Saturday, February 3, 2007

Will someone please write half my post?

So I'm reading page 123 of "The Fever", and thinking, "Exactly." Between all the X's, Y's, and Z's, there's a bevy of points that seem to illustrate a particular problematic. This also seems to hearken back to an earlier Faith-based point, regarding acceptance speeches...who DO we thank, versus who do we leave out. Who won't WANT us to mention them....etc. etc.

This reminds me also, speaking cross-discipliny, of the song writing business, where everyone claims they've been ripped off by someone else. While this is more about copyright infringement, I think it still holds true for citation/quotation. If Beck uses a sample (today, rather than before the laws got more stringent) he HAS to pay those people for its use. The sampling business tends to take as an unsaid premise, though, the idea that collaboration is inherent and even, .....good?

In the same way, when I, as a hack songwriter, use that guy in my hometown as a character in a song, do I necessarily have to note that "borrowing"? Do our students have to actually write, "This idea came to me the other day as I looked at the paper about the virgin Mary on the tortilla chip, and then I too saw Jesus in my toast, and then wrote this essay about the way that intersection of me, the newspaper, and my god-envisaged breakfast, along with all the prior trips with my parents to church and the people that came up with newspapers, and the guy who first invented the toaster all came together to create my blisteringly good introduction to this close reading assignment in your English 1000 course." To me, this seems overthetop.

Sure, it illustrates the fact that a generally infinite number of things/sources/inspirations come together to form our inventions, but at what point does it become nonsensical BS...like the bit above...? Where do we draw the line when we write our acceptance speeches?

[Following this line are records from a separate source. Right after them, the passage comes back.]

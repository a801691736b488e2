import { describe, expect, it } from 'vitest';
import { caseSimilarity, codeSimilarity, FAMILY_CREDIT } from '../../../shared/walk';

const walk = { codes: ['P0302', 'P0305'], symptoms: ['rough-idle'], context: ['after-timing-work'] };

describe('codeSimilarity', () => {
  it('is 1 for the same codes and ignores the failure-type suffix', () => {
    expect(codeSimilarity(['P0302', 'P0305'], ['P0305-00', 'P0302'])).toBe(1);
  });

  it('gives family credit when the codes differ but the family is shared', () => {
    // P0302/P0305 vs P0304: no code in common, family P030 shared
    expect(codeSimilarity(['P0302', 'P0305'], ['P0304'])).toBeCloseTo(FAMILY_CREDIT, 12);
  });

  it('is 0 for codes of another family', () => {
    expect(codeSimilarity(['P0302'], ['U0100'])).toBe(0);
  });
});

describe('caseSimilarity', () => {
  it('is 1 for the same codes, platform and tags', () => {
    expect(caseSimilarity(walk, walk, 1)).toBe(1);
  });

  it('leaves the platform out when the walk has none, instead of counting it as a mismatch', () => {
    expect(caseSimilarity(walk, walk, null)).toBe(1);
    expect(caseSimilarity(walk, walk, 0)).toBeLessThan(1);
  });

  it('is 0 for a case that shares nothing, so learning ignores it', () => {
    expect(caseSimilarity(walk, { codes: ['C0035'], symptoms: ['pulls-left'], context: [] }, 0)).toBe(0);
  });

  it('ranks a same-platform case with the same codes above one on another engine with a related code', () => {
    const close = caseSimilarity(walk, { codes: ['P0302', 'P0305'], symptoms: ['rough-idle'], context: [] }, 1);
    const far = caseSimilarity(walk, { codes: ['P0304'], symptoms: ['misfire'], context: [] }, 0.3);
    expect(close).toBeGreaterThan(far);
    expect(far).toBeGreaterThan(0);
  });
});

Finally, If the above paper is granted an A? Is that A the writer's or some product of the collective? Does Charles Strite get a line in the Works Cited? These are the questions that try men's soles.

1 comment:

Donna said...

Isn't the over-the-top-ness suggestive not of the social nature of writing but of the idea that the social is somehow the exception? That "we" are to assume any text is the sole invention of the named writer, with no help, no inspiration, unless the writer chooses to tell us? Isn't that why it's surprising and even shameful to find, after the fact, that a writer got more help than we were told?